*Problem to solve*. Each line below that includes the word "orders" adds one to the count; give that count and nothing else.

[Stored items]
# # # # #

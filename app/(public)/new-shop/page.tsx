import { newShopAction } from '@/app/(public)/new-shop/actions';
import { Form, Submit } from '@/components/forms/form';
import { SelectField, TextField } from '@/components/forms/fields';
import { Sheet } from '@/components/ui/sheet';

export const metadata = { title: 'Open your shop' };

const UNITS = [
  { value: 'in', label: 'Inches' },
  { value: 'mm', label: 'Millimetres' },
];
const CURRENCIES = ['USD', 'CAD', 'EUR', 'GBP', 'AUD', 'NZD', 'PLN', 'SEK'].map((value) => ({
  value,
  label: value,
}));

export default function NewShopPage() {
  const zones = ['UTC', ...Intl.supportedValuesOf('timeZone')].map((value) => ({ value, label: value }));
  return (
    <>
      <h1 className="mb-4">Open your shop</h1>
      <Sheet>
        <Form action={newShopAction} className="grid gap-4">
          <TextField name="shopName" label="Name of the shop" autoComplete="organization" />
          <SelectField name="unit" label="You measure in" options={UNITS} />
          <SelectField name="currency" label="Currency" options={CURRENCIES} />
          <SelectField name="timeZone" label="Time zone" options={zones} defaultValue="America/Chicago" />
          <TextField name="name" label="Your name" autoComplete="name" />
          <TextField name="email" label="E-mail" type="email" autoComplete="username" />
          <TextField
            name="password"
            label="Password"
            type="password"
            autoComplete="new-password"
            hint="At least 8 letters; 15 are better."
          />
          <Submit>Open the shop</Submit>
        </Form>
      </Sheet>
    </>
  );
}
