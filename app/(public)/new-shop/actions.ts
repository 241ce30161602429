'use server';

import { redirect } from 'next/navigation';
import { keepSession } from '@/lib/auth/session-cookie';
import { openAction } from '@/lib/http/action';
import { askerOf } from '@/lib/http/asker';
import { newShopSchema } from '@/lib/schemas/identity';
import { openShop, signIn } from '@/lib/services/identity';

/** Opens a shop and signs its first person in. */
export const newShopAction = openAction(newShopSchema, async ({ name, ...shop }) => {
  const opened = await openShop({ ...shop, personName: name });
  const secret =
    opened && (await signIn({ email: shop.email, password: shop.password, ...(await askerOf()) }));
  if (!secret)
    return { message: 'This shop could not be opened with that address. Sign in, or use another address.' };
  await keepSession(secret);
  redirect('/bench');
});
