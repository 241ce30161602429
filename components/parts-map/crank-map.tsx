import type { Made } from '@/lib/domain/builds/made';

/** State of a feature, carried by shape, colour and word. */
export type FeatureState = 'none' | 'in_size' | 'to_cut' | 'past';

const LOOKS = {
  none: { fill: 'fill-blue-wash', line: 'stroke-blue', mark: '', word: '' },
  in_size: { fill: 'fill-insize-wash', line: 'stroke-insize', mark: '●', word: 'in size' },
  to_cut: { fill: 'fill-tocut-wash', line: 'stroke-tocut', mark: '▲', word: 'still to cut' },
  past: { fill: 'fill-past-wash', line: 'stroke-past', mark: '■', word: 'past size' },
} as const;

interface CrankMapProps {
  made: Made;
  states?: Readonly<Record<string, FeatureState>>;
  /** Which journals the sheet is about; the others are hatched. */
  about?: 'rods' | 'mains' | 'both';
}

const MAIN = 44;
const WEB = 12;
const PIN = 46;

/** The crankshaft in side view with its real throws, and from its numbered end. */
export function CrankMap({ made, states = {}, about = 'both' }: CrankMapProps) {
  const perBay = made.throws.length / Math.max(1, made.mains - 1);
  const width = 60 + made.mains * MAIN + made.throws.length * (PIN + 2 * WEB) + 130;
  const pieces: React.ReactNode[] = [];
  let x = 30;
  let pin = 0;
  for (let main = 0; main < made.mains; main += 1) {
    pieces.push(
      <Journal
        key={`m${main}`}
        name={`M${main + 1}`}
        x={x}
        y={78}
        width={MAIN}
        state={states[`M${main + 1}`] ?? 'none'}
        isSubject={about !== 'rods'}
      />,
    );
    x += MAIN;
    const until = Math.round((main + 1) * perBay);
    while (pin < until && main < made.mains - 1) {
      const rise = Math.round(-34 * Math.cos(((made.throws[pin]?.angle ?? 0) * Math.PI) / 180));
      const name = String(pin + 1);
      pieces.push(<Web key={`a${name}`} x={x} rise={rise} />);
      pieces.push(
        <Journal
          key={`p${name}`}
          name={name}
          x={x + WEB}
          y={78 + rise}
          width={PIN}
          state={states[name] ?? 'none'}
          isSubject={about !== 'mains'}
        />,
      );
      pieces.push(<Web key={`b${name}`} x={x + WEB + PIN} rise={rise} />);
      x += PIN + 2 * WEB;
      pin += 1;
    }
  }
  return (
    <svg
      viewBox={`0 0 ${width} 190`}
      role="img"
      aria-label={describe(made, states)}
      className="my-4 block w-full"
    >
      <defs>
        <pattern id="hatch" width="6" height="6" patternUnits="userSpaceOnUse" patternTransform="rotate(45)">
          <rect width="6" height="6" className="fill-paper" />
          <path d="M0 0V6" className="stroke-rule" strokeWidth="1.6" />
        </pattern>
      </defs>
      <rect x="4" y="86" width="26" height="22" className="fill-granite stroke-ink-2" />
      {pieces}
      <rect x={x} y="66" width="16" height="62" className="fill-granite stroke-ink-2" />
      <text x="4" y="180" fontSize="13" className="fill-ink-3">
        {made.numberedFrom === 'front' ? 'Front' : 'Flywheel end'}
      </text>
      <EndView made={made} x={x + 76} />
    </svg>
  );
}

function Journal({
  name,
  x,
  y,
  width,
  state,
  isSubject,
}: {
  name: string;
  x: number;
  y: number;
  width: number;
  state: FeatureState;
  isSubject: boolean;
}) {
  const look = LOOKS[state];
  const isMain = name.startsWith('M');
  return (
    <g>
      <rect
        x={x}
        y={y}
        width={width}
        height="38"
        strokeWidth={isSubject ? 2 : 1}
        className={isSubject ? `${look.fill} ${look.line}` : 'stroke-ink-2'}
        fill={isSubject ? undefined : 'url(#hatch)'}
      />
      <text
        x={x + width / 2}
        y={isMain ? 138 : y + 24}
        textAnchor="middle"
        fontSize="13"
        className={`num ${isSubject ? 'fill-ink font-bold' : 'fill-ink-3'}`}
      >
        {name}
      </text>
      {state !== 'none' && (
        <text
          x={x + width / 2}
          y={isMain ? 102 : y - 6}
          textAnchor="middle"
          fontSize="11"
          className="fill-ink"
        >
          {look.mark}
        </text>
      )}
    </g>
  );
}

function Web({ x, rise }: { x: number; rise: number }) {
  return (
    <rect
      x={x}
      y={Math.min(78, 78 + rise) - 12}
      width={WEB}
      height={38 + Math.abs(rise) + 24}
      rx="3"
      className="fill-granite stroke-ink-2"
    />
  );
}

function EndView({ made, x }: { made: Made; x: number }) {
  const angles = [...new Set(made.throws.map(({ angle }) => angle))];
  return (
    <g transform={`translate(${x} 96)`} fontSize="12">
      <circle r="40" className="fill-none stroke-rule" />
      {angles.map((angle) => {
        const turn = (angle * Math.PI) / 180;
        const names = made.throws.flatMap((one, index) => (one.angle === angle ? [index + 1] : [])).join(' ');
        const [dx, dy] = [Math.sin(turn), -Math.cos(turn)].map((part) => Math.round(part * 1000) / 1000);
        return (
          <g key={angle}>
            <path d={`M0 0L${(dx ?? 0) * 32} ${(dy ?? 0) * 32}`} className="stroke-ink-2" strokeWidth="7" />
            <text x={(dx ?? 0) * 54} y={(dy ?? 0) * 54 + 4} textAnchor="middle" className="fill-ink-3">
              {names}
            </text>
          </g>
        );
      })}
      <circle r="9" className="fill-ink-2" />
    </g>
  );
}

function describe(made: Made, states: Readonly<Record<string, FeatureState>>): string {
  const said = Object.entries(states).flatMap(([name, state]) =>
    state === 'none'
      ? []
      : [`${name.startsWith('M') ? `main ${name.slice(1)}` : `rod journal ${name}`} ${LOOKS[state].word}`],
  );
  return `Crankshaft with ${made.throws.length} rod journals and ${made.mains} mains${said.length > 0 ? `: ${said.join(', ')}` : ''}`;
}
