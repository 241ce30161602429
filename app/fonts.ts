import localFont from 'next/font/local';

/** For text: drawn to keep look-alike figures apart. */
export const textFont = localFont({
  src: [{ path: './fonts/atkinson-hyperlegible-next-latin-wght-normal.woff2', weight: '200 800' }],
  variable: '--font-text',
  display: 'swap',
});

/** For every measured number. */
export const sizeFont = localFont({
  src: [{ path: './fonts/atkinson-hyperlegible-mono-latin-wght-normal.woff2', weight: '200 800' }],
  variable: '--font-size',
  display: 'swap',
});

/** For the wordmark and order numbers only. */
export const numberFont = localFont({
  src: [{ path: './fonts/big-shoulders-stencil-latin-wght-normal.woff2', weight: '100 900' }],
  variable: '--font-number',
  display: 'swap',
});
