import { openOrder, type OrderPageProps } from '@/app/(workspace)/orders/_components/load';
import { OrderFrame } from '@/app/(workspace)/orders/_components/order-frame';

export const metadata = { title: 'Papers' };

export default async function PapersPage(props: OrderPageProps) {
  const { view, actor } = await openOrder(props, () => Promise.resolve(undefined));
  const id = view.facts.id;
  return (
    <OrderFrame view={view} actor={actor} tab="papers">
      <h2 className="mb-3">Papers</h2>
      <ul className="grid gap-3">
        <li>
          <a href={`/print/order/${id}`} className="btn btn-ghost">
            The order with its sizes and working
          </a>
        </li>
        <li className="flex flex-wrap gap-3">
          <a href={`/print/tag/${id}`} className="btn btn-ghost">
            The tag, 4 × 6 in
          </a>
          <a href={`/print/tag/${id}?paper=a6`} className="btn btn-ghost">
            The tag, A6
          </a>
        </li>
      </ul>
      <p className="note mt-4">
        A printed tag carries its rev. A tag with an older rev is void: check on screen before cutting.
      </p>
    </OrderFrame>
  );
}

# # # # #

*Answer section*. 2